"So let us not grow weary in doing what is right, for we will reap at harvest time, if we do not give up." – Galatians 6:9 (NRSV)
For many musicians, especially church musicians, a chasm opens between the training and the practice of their art. Professional training involves deep study of great music literature, the refinement of musical taste, and the attainment of a high playing standard. “This is what playing to the glory of God is really all about,” we think as we enter the real world. But in that real world, church musicians encounter harsh realities. The ideal sound we were hoping for is nearly unattainable. The hard work we put into our playing passes unnoticed. Our diligence assembling meaningful worship falls on undiscerning ears. And, at times, there are those who stand opposed to our goals.

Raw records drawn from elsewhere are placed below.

package main

import (
	"bytes"
	"context"
	"io"
	"os"
	"path/filepath"
	"strings"
	"testing"

	"coeval/store"
)

// From the command line: a release is made from a compilation, listed, bundled, and its bundle loads
// into an empty database giving the same accepted records; a second bundle load is refused.
func TestReleaseCommandsMakeBundleAndLoad(t *testing.T) {
	ctx := context.Background()
	dir := t.TempDir()
	src := filepath.Join(dir, "src.db")
	for _, kind := range []string{"provinces", "units", "sections", "dates"} {
		if err := run(ctx, []string{"-db", src, "import", kind, filepath.Join("testdata", "demo", kind+".csv")}, io.Discard, io.Discard); err != nil {
			t.Fatal(err)
		}
	}
	var out bytes.Buffer
	if err := run(ctx, []string{"-db", src, "release", "create", "2027.1", "-title", "Invented compilation"}, &out, io.Discard); err != nil {
		t.Fatal(err)
	}
	if !strings.Contains(out.String(), "release 2027.1 made") {
		t.Errorf("create said %q", out.String())
	}
	out.Reset()
	if err := run(ctx, []string{"-db", src, "release", "list"}, &out, io.Discard); err != nil || !strings.HasPrefix(out.String(), "2027.1\t") {
		t.Errorf("list: %q, %v", out.String(), err)
	}
	zipPath := filepath.Join(dir, "r.zip")
	if err := run(ctx, []string{"-db", src, "release", "bundle", "2027.1", "-o", zipPath}, io.Discard, io.Discard); err != nil {
		t.Fatal(err)
	}
	dst := filepath.Join(dir, "dst.db")
	if err := run(ctx, []string{"-db", dst, "release", "load", zipPath}, io.Discard, io.Discard); err != nil {
		t.Fatal(err)
	}
	if err := run(ctx, []string{"-db", dst, "release", "load", zipPath}, io.Discard, io.Discard); err == nil || !strings.Contains(err.Error(), "empty compilation") {
		t.Errorf("loading into a compilation with records: %v", err)
	}
	counts := func(path string) store.Counts {
		db, err := store.Open(ctx, path)
		if err != nil {
			t.Fatal(err)
		}
		defer db.Close()
		c, err := db.Counts(ctx)
		if err != nil {
			t.Fatal(err)
		}
		return c
	}
	a, b := counts(src), counts(dst)
	if b.Dates != a.Dates-a.DatesPending || b.Units != a.Units || b.Provinces != a.Provinces || b.DatesPending != 0 {
		t.Errorf("loaded %+v from a compilation of %+v", b, a)
	}
	if _, err := os.Stat(src + "-releases/2027.1.db"); err != nil {
		t.Errorf("the release's snapshot is not beside the database: %v", err)
	}
}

Faced with these obstacles, we despair. Our musical heroes seem to be from a better time, a time when the church’s musical values allowed people like Bach to flourish! Recently, I have taken comfort in looking at Bach’s reality, which was more like today than I ever imagined.
“The subdeacon of St. Nicholas’s…has taken it upon himself to attempt an innovation and has sought, in place of the hymns chosen in accordance with the established use, to introduce others, and when I hesitated, because of possible consequences to be feared, to comply with this, he lodged a complaint against me with the Most Worshipful Consistory, and worked out an order addressed to me by the terms of which I should have to cause to be sung whatever hymns the preacher should choose…” –Bach’s letter to the council, September 20, 1728
We have letters from Bach begging superiors to intervene so that he could be paid for special services he had played months earlier.
In John Eliot Gardiner’s recent book on Bach, we learn that Leipzig churches were “quite empty” at the start of services, ushers were needed to keep people from leaving “like cattle” after the sermon, and fashionable people arrived late in order to be seen (just in time to disrupt proceedings exactly at the moment Bach’s cantata would have been performed). The central corpus of Bach’s work had to contend with parishioners talking, sleeping, and reading newspapers during the service. Gardiner suggests this may explain some of the dramatic openings of Bach’s cantatas—musical attempts to awaken dozing parishioners.
There is an important document in Bach scholarship from 1720: Short, But Most Necessary Draft for a Well-Appointed Church Music, With Certain Modest Reflections on the Decline of the Same. Scholars use this to determine the ideal number of singers and instrumentalists Bach intended for his music. But a more direct way to read it is as a depressing note to Bach’s superiors enumerating how few competent musicians were available to him:
“The number of persons appointed to play the church music is eight…Modesty forbids me to speak at all truthfully of their qualities and musical knowledge. Nevertheless, it must be remembered that they are partly emeriti, and partly not at all in such practice as they should be.”
“Moreover, it cannot remain unmentioned that the fact that so many poorly equipped boys, and boys not at all talented for music, have been accepted to date has necessarily caused the music to decline and deteriorate.…”
He later tallies 17 usable boys, 20 not yet usable, and 17 unfit. A year earlier, he had programmed the St. Matthew Passion on Good Friday!
I don’t mean to imply that Bach handled all these situations well; we can safely assume he did not. But it should encourage us to consider Bach’s point of view. With all these obstacles and a complicated home life, Bach must have felt discouraged and underappreciated. And yet, his impact on church music is astounding. Bach’s faithfulness to his calling echoes into every conservatory in the world, preaching the gospel musically as “The Fifth Evangelist.”
Like Bach, you and I will not know the extent of our impact in this world. We have only to be faithful in using our gifts for God’s glory. May God grant us grace, especially during this busy time of year, to leave the results of our labors in God’s gracious hands.